_Task to complete_. Only the lines below between the ones containing "plan = await newPlan(planner);" and "drawn anew, with", inclusive, are to be reproduced, each exactly as it stands.

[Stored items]
▼▼▼

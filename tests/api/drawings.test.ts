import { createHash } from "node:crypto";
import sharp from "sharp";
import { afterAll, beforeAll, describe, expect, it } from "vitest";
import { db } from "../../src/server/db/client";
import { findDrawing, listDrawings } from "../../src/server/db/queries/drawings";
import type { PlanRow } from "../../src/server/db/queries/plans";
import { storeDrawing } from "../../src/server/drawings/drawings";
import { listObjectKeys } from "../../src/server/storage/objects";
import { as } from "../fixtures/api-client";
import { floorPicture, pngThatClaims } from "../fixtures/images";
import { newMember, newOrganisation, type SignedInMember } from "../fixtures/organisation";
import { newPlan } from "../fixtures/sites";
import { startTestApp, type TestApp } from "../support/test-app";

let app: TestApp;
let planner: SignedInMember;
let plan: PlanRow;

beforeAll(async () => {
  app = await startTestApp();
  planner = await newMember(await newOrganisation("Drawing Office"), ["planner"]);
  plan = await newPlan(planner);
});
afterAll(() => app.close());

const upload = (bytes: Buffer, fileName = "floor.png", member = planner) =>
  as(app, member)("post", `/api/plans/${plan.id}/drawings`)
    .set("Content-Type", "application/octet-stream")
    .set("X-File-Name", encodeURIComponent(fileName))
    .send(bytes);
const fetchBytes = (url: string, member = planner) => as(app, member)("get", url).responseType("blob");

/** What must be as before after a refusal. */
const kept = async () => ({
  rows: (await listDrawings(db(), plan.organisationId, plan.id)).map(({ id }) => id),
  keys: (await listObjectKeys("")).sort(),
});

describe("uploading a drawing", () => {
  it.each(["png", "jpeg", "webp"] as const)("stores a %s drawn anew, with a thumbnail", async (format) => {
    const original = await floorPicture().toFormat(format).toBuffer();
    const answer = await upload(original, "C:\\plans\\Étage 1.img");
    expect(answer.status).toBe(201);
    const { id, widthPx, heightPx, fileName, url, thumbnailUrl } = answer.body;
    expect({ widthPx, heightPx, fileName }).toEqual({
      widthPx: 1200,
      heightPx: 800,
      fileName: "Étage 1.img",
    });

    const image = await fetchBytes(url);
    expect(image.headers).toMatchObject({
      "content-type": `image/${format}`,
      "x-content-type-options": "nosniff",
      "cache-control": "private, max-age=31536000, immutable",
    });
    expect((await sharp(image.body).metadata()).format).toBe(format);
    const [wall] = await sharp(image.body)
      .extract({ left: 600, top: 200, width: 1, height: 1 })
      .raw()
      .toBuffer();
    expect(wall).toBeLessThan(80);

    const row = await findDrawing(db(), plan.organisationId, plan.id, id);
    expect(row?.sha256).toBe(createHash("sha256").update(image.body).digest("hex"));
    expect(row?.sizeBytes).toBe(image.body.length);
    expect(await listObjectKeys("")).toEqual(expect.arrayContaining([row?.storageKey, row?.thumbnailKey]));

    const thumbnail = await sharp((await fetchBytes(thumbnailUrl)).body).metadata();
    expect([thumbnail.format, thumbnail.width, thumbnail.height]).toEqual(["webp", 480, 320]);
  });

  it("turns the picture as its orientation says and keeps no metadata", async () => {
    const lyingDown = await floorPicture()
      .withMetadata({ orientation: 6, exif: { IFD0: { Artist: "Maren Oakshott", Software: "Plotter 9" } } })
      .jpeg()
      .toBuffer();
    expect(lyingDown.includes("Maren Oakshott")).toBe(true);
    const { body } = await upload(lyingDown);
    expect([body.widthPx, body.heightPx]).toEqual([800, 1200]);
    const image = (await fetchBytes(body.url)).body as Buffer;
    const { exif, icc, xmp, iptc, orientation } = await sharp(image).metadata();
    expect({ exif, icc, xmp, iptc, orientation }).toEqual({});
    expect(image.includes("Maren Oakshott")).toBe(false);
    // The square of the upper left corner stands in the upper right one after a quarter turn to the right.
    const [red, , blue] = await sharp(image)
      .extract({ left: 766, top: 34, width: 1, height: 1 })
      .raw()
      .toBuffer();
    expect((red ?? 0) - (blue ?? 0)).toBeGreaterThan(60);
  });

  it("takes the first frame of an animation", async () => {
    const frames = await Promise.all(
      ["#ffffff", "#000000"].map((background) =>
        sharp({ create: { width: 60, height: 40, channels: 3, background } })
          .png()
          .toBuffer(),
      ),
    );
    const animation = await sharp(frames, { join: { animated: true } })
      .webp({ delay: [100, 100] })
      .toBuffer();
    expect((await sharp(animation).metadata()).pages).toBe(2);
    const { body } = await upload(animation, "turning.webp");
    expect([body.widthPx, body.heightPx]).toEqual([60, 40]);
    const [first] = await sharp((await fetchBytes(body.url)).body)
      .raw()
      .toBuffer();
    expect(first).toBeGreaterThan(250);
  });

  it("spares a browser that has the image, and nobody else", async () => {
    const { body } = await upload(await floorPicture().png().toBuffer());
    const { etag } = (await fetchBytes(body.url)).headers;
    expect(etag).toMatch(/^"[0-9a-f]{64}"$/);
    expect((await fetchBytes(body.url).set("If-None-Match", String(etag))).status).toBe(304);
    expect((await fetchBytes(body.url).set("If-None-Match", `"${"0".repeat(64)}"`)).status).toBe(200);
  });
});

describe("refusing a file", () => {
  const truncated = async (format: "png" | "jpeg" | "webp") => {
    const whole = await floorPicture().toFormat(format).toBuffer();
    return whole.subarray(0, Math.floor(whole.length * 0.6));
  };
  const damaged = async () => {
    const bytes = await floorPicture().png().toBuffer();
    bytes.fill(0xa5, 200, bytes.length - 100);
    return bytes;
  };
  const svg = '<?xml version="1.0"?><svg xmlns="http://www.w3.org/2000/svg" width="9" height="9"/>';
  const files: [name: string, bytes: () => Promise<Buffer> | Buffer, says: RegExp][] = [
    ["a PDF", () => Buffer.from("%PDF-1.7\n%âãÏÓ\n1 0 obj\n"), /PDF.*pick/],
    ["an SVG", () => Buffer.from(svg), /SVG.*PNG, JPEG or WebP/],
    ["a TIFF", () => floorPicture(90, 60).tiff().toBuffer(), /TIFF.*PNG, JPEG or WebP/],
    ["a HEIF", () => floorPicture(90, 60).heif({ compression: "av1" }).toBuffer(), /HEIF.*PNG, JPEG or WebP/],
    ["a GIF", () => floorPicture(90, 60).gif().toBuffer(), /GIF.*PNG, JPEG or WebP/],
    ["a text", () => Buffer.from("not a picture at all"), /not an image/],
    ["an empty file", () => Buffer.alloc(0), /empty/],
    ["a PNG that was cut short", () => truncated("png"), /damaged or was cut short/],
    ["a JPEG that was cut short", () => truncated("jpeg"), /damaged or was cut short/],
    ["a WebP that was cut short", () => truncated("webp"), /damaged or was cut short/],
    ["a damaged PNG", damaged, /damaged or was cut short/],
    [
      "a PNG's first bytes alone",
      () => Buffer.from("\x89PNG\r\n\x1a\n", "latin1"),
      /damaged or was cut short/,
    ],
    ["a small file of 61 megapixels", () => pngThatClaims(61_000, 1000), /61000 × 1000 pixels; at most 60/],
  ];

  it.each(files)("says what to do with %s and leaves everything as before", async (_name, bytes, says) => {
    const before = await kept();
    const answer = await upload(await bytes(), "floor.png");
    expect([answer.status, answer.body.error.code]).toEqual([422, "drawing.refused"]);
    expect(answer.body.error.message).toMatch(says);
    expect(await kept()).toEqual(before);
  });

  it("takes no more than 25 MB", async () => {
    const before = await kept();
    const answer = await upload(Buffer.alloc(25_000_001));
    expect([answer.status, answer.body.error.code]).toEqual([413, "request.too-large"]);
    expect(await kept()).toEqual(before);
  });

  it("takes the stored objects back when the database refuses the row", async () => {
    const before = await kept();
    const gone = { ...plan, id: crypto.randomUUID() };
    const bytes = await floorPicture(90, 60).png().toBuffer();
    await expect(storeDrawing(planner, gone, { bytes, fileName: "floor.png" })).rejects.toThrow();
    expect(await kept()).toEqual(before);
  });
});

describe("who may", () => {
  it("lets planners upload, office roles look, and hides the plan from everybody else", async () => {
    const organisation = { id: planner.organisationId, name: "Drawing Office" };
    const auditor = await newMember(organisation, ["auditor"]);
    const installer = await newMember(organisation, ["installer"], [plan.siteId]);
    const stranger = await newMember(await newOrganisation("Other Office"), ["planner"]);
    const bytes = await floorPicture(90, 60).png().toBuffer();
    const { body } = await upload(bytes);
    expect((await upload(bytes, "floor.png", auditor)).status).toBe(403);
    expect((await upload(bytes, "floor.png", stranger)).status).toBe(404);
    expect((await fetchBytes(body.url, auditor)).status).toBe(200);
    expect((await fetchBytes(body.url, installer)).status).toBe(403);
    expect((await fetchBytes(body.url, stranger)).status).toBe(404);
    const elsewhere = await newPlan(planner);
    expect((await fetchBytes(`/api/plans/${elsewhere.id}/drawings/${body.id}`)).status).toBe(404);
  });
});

▲▲▲

_Answer to this task_.
  plan = await newPlan(planner);
});
afterAll(() => app.close());

const upload = (bytes: Buffer, fileName = "floor.png", member = planner) =>
  as(app, member)("post", `/api/plans/${plan.id}/drawings`)
    .set("Content-Type", "application/octet-stream")
    .set("X-File-Name", encodeURIComponent(fileName))
    .send(bytes);
const fetchBytes = (url: string, member = planner) => as(app, member)("get", url).responseType("blob");

/** What must be as before after a refusal. */
const kept = async () => ({
  rows: (await listDrawings(db(), plan.organisationId, plan.id)).map(({ id }) => id),
  keys: (await listObjectKeys("")).sort(),
});

describe("uploading a drawing", () => {
  it.each(["png", "jpeg", "webp"] as const)("stores a %s drawn anew, with a thumbnail", async (format) => {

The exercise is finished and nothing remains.